To calculate the time complexity of DP1, consider the maximum number of states in each state space \(\nu _{k}^{\left( {\alpha ,C_{\alpha } } \right) } \) as \(d_{1}.\left( {d_{2} -d_{1} } \right) \). Step 1.2 iterates by a factor of total feasible states, \(\sum _{k=1}^{n-1} {\left| {\nu _{k}^{\left( {\alpha ,C_{\alpha } } \right) } } \right| } \), and is \(O\left( {nd_{1} \left( {d_{2} -d_{1} } \right) } \right) \). Similarly, we can show that complexity of step 1.3 is \(O\left( {d_{1} \left( {d_{2} -d_{1} } \right) } \right) \). Step 1 iterates at most \(P_{\mathrm{sum}} =\sum _{i=1}^n {p_{i} } \) times by selecting different \(\alpha \) and \(C_{\alpha } \) values, and its complexity is \(O\left( {nP_{\mathrm{sum}} d_{1} \left( {d_{2} -d_{1} } \right) } \right) \). Finally, considering that step 2 is implemented in \(O\left( {P_{\mathrm{sum}} } \right) \), we conclude the overall time complexity of DP1 as \(O\left( {nP_{\mathrm{sum}} d_{1} \left( {d_{2} -d_{1} } \right) } \right) \).

5.2 Algorithm DP2

The basis of this algorithm is similar to DP1 and their only difference is in selecting straddling job. In contrast with the previous dynamic programming, we do not need to predefine a job as straddling at each iteration, and DP2 is able to distinguish suitable straddling job in each iteration of the algorithm. This algorithm considers the straddling job as a member of first group (group of early jobs) that makes minimum penalty if finishes at time \(C_{\alpha } \).

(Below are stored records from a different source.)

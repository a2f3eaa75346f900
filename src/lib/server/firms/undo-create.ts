import type { Transaction } from 'kysely';
import type { AppServices } from '../app-services';
import type { Database } from '../db/schema';
import { scopeOf } from '../tenancy/scope';
import { inTenantTransaction } from '../tenancy/tenant-transaction';
import type { FirmCaller } from './firm-caller';
import { deleteApiKey, deleteFirm, deleteInvitation, restoreActiveFirm } from './firm-repository';

/**
 * The sign-in library stores a firm, key or invitation on its own connection, so it cannot share a
 * transaction with the audit entry written after it. When that later step fails, these take the new
 * row back out, so a failed request leaves nothing behind; the later step's error is thrown on.
 */
export async function withUndo<T>(laterStep: () => Promise<T>, undo: () => Promise<unknown>): Promise<T> {
  try {
    return await laterStep();
  } catch (error) {
    await undo().catch((undoError: unknown) => console.error('[undo] could not take back a half-made change:', undoError));
    throw error;
  }
}

type UndoApp = Pick<AppServices, 'db'>;

function asCaller(app: UndoApp, caller: FirmCaller, fn: (trx: Transaction<Database>) => Promise<void>): Promise<void> {
  return inTenantTransaction(app.db, scopeOf(caller.identity), fn);
}

/** Deletes a firm made moments ago (its owner membership goes with it) and gives the sessions back their active firm. */
export function discardNewFirm(app: UndoApp, caller: FirmCaller, firmId: string): Promise<void> {
  return asCaller(app, caller, async (trx) => {
    await restoreActiveFirm(trx, firmId, caller.identity.actor.firmId);
    await deleteFirm(trx, firmId);
  });
}

export function discardNewApiKey(app: UndoApp, caller: FirmCaller, keyId: string): Promise<void> {
  return asCaller(app, caller, (trx) => deleteApiKey(trx, keyId));
}

export function discardNewInvitation(app: UndoApp, caller: FirmCaller, invitationId: string): Promise<void> {
  return asCaller(app, caller, (trx) => deleteInvitation(trx, invitationId));
}
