import type { TimeRange } from './geometry';
import { cannot, type Derived, determined, type LabParameter, shown } from './outcome';
import type { TimeReading } from './test-input';

/** A time–deformation point to draw: minutes since the increment was applied, settlement since the start, mm. */
export interface TimePoint {
  timeMin: number;
  deformationMm: number;
}

/**
 * The readings of one increment made ready for fitting: times above zero, ascending, and turned so that the
 * movement the load causes is positive (`sign` = −1 for a swelling unloading). `y` is sign × deformation.
 */
export interface PreparedReadings {
  times: number[];
  y: number[];
  sign: 1 | -1;
  /** |last − first| of the readings above zero time, mm */
  changeMm: number;
  toPoint(timeMin: number, y: number): TimePoint;
}

export const MIN_READINGS = 6;
/** common practice (our own rule): the least movement worth fitting, mm (a few dial divisions) */
export const MIN_CHANGE_MM = 0.02;
/** common practice (our own rule): a reading may fall back by one 0.01 mm dial division, or this share of the change, before it counts as backwards */
const BACKWARDS_MM = 0.01;
const BACKWARDS_SHARE = 0.03;

/** Checks and orders an increment's readings; `expectedSign` is +1 for loading, −1 for unloading. */
export function prepareReadings(
  parameter: LabParameter,
  readings: readonly TimeReading[] | undefined,
  expectedSign: 1 | -1,
): Derived<PreparedReadings> {
  if (!readings || readings.length === 0)
    return cannot(parameter, 'no-readings', 'the increment has no time–deformation readings.');
  const used = readings.filter((r) => r.elapsedMin > 0).sort((a, b) => a.elapsedMin - b.elapsedMin);
  for (const [i, r] of used.entries()) {
    if (!Number.isFinite(r.elapsedMin) || !Number.isFinite(r.deformationMm)) {
      return cannot(parameter, 'missing-input', 'a reading has no usable time or deformation.');
    }
    if (i > 0 && used[i - 1]?.elapsedMin === r.elapsedMin) {
      return cannot(parameter, 'missing-input', `two readings are at the same time (${shown(r.elapsedMin)} min).`);
    }
  }
  if (used.length < MIN_READINGS) {
    return cannot(
      parameter,
      'too-few-points',
      `the increment has ${used.length} readings after the load went on; at least ${MIN_READINGS} are needed.`,
    );
  }
  const first = used[0] as TimeReading;
  const last = used[used.length - 1] as TimeReading;
  const changeMm = Math.abs(last.deformationMm - first.deformationMm);
  if (changeMm < MIN_CHANGE_MM) {
    return cannot(
      parameter,
      'too-noisy',
      `the specimen moves only ${shown(changeMm)} mm during the increment, too little to fit.`,
    );
  }
  const sign: 1 | -1 = last.deformationMm >= first.deformationMm ? 1 : -1;
  if (sign !== expectedSign) {
    return cannot(
      parameter,
      'goes-backwards',
      `the readings ${sign === 1 ? 'compress' : 'swell'} although the increment ${expectedSign === 1 ? 'adds' : 'removes'} load.`,
    );
  }
  const tolerance = backwardsTolerance(changeMm);
  let peak = first;
  for (const r of used) {
    if (sign * (peak.deformationMm - r.deformationMm) > tolerance) {
      return cannot(
        parameter,
        'goes-backwards',
        `the reading at ${shown(r.elapsedMin)} min (${shown(r.deformationMm)} mm) goes back past the one at ${shown(peak.elapsedMin)} min (${shown(peak.deformationMm)} mm).`,
      );
    }
    if (sign * (r.deformationMm - peak.deformationMm) > 0) peak = r;
  }
  return determined({
    times: used.map((r) => r.elapsedMin),
    y: used.map((r) => sign * r.deformationMm),
    sign,
    changeMm,
    toPoint: (timeMin, y) => ({ timeMin, deformationMm: sign * y }),
  });
}

/** How far (mm) a reading may fall back against the load before it counts as going backwards. */
export function backwardsTolerance(changeMm: number): number {
  return Math.max(BACKWARDS_MM, BACKWARDS_SHARE * changeMm);
}

export function timesWithin(prepared: PreparedReadings, range: TimeRange): number[] {
  const lo = Math.min(range.fromMin, range.toMin) * (1 - 1e-9);
  const hi = Math.max(range.fromMin, range.toMin) * (1 + 1e-9);
  return prepared.times.flatMap((t, i) => (t >= lo && t <= hi ? [i] : []));
}

/** Drainage path, mm: half the mean height during the increment for drainage at both faces, the whole of it for one. */
export function drainagePathMm(meanHeightMm: number, drainage: 'double' | 'single'): number {
  return drainage === 'double' ? meanHeightMm / 2 : meanHeightMm;
}

/**
 * When an increment's own time readings end further back than an earlier reading (against the load, by
 * more than the tolerance of `prepareReadings`), its end value cannot be trusted: the gauge may have slipped.
 */
export function readingsSlip(inc: { readings?: readonly TimeReading[] }, sign: 1 | -1): string | null {
  const readings = inc.readings?.filter((r) => r.elapsedMin > 0 && Number.isFinite(r.deformationMm));
  if (!readings || readings.length < 2) return null;
  const ordered = [...readings].sort((a, b) => a.elapsedMin - b.elapsedMin);
  const last = ordered[ordered.length - 1] as TimeReading;
  const peak = ordered.reduce((p, r) => (sign * (r.deformationMm - p.deformationMm) > 0 ? r : p));
  const change = Math.abs(last.deformationMm - (ordered[0] as TimeReading).deformationMm);
  const back = sign * (peak.deformationMm - last.deformationMm);
  if (back <= backwardsTolerance(change)) return null;
  return `ends ${shown(back)} mm back from its own reading at ${shown(peak.elapsedMin)} min: the gauge may have slipped`;
}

During an iteration, straddling job may change, and we can only determine the correct straddling job after scheduling all jobs. Algorithm DP2 keeps at most two states with equal \(t_{1} \) and \(t_{2} \) values in each iteration; the former, \([{t_{1},t_{2} ,\alpha ,f,f_{\left( \alpha \right) } }]\), calculates minimum total penalty and the later, \([ {t_{1},t_{2},{\alpha }',{f}',{f}'_{\left( {{\alpha }'} \right) } }]\), gives minimum total penalty excluding straddling job. In this notation, f and \(f_{\left( \alpha \right) } \) denote the total penalty and total penalty excluding straddling job, respectively.

In DP2, if a job is going to be scheduled in the group of early jobs and generates smaller penalty in comparison with the current straddling job, then the current straddling job will be considered as an early job and the new job takes the straddling place.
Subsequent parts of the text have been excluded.